--- Records for processing Enclosed Below ---

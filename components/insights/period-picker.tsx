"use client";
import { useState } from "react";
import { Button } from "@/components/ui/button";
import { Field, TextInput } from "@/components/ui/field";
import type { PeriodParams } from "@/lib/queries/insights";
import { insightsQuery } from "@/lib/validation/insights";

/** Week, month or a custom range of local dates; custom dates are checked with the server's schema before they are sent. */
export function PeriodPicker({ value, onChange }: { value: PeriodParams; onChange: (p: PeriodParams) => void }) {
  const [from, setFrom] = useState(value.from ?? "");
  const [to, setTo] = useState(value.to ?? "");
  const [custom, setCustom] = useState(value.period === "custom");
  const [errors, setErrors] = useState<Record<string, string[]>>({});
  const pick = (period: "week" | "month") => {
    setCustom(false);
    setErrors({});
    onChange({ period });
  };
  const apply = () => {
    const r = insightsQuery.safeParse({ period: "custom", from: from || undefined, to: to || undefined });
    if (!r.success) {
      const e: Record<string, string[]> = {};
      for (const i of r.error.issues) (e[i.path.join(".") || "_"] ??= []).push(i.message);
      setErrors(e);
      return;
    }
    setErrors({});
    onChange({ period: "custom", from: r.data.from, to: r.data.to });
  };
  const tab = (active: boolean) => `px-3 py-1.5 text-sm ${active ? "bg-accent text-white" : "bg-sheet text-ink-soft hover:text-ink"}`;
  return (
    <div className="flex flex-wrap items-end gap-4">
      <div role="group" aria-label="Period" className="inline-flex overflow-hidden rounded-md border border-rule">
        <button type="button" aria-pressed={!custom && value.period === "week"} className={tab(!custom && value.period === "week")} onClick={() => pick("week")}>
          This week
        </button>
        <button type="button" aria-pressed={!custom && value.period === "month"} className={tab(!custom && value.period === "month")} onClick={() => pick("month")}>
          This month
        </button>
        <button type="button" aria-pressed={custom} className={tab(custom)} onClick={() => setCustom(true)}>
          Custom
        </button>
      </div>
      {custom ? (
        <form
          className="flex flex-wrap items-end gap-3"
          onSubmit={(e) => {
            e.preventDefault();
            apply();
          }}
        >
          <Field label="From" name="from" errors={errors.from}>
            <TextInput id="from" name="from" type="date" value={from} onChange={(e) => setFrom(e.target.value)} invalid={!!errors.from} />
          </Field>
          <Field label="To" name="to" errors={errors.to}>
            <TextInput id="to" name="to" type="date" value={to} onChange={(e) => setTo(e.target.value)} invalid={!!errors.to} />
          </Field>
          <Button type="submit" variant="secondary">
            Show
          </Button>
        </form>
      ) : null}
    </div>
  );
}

--- End of Enclosed Records for processing ---

#### Work to be completed:
Could you find every line in the records above that contains the word "const" and copy it?

#### Reply to the task:
  const [from, setFrom] = useState(value.from ?? "");
  const [to, setTo] = useState(value.to ?? "");
  const [custom, setCustom] = useState(value.period === "custom");
  const [errors, setErrors] = useState<Record<string, string[]>>({});
  const pick = (period: "week" | "month") => {
  const apply = () => {
    const r = insightsQuery.safeParse({ period: "custom", from: from || undefined, to: to || undefined });
      const e: Record<string, string[]> = {};
      for (const i of r.error.issues) (e[i.path.join(".") || "_"] ??= []).push(i.message);
  const tab = (active: boolean) => `px-3 py-1.5 text-sm ${active ? "bg-accent text-white" : "bg-sheet text-ink-soft hover:text-ink"}`;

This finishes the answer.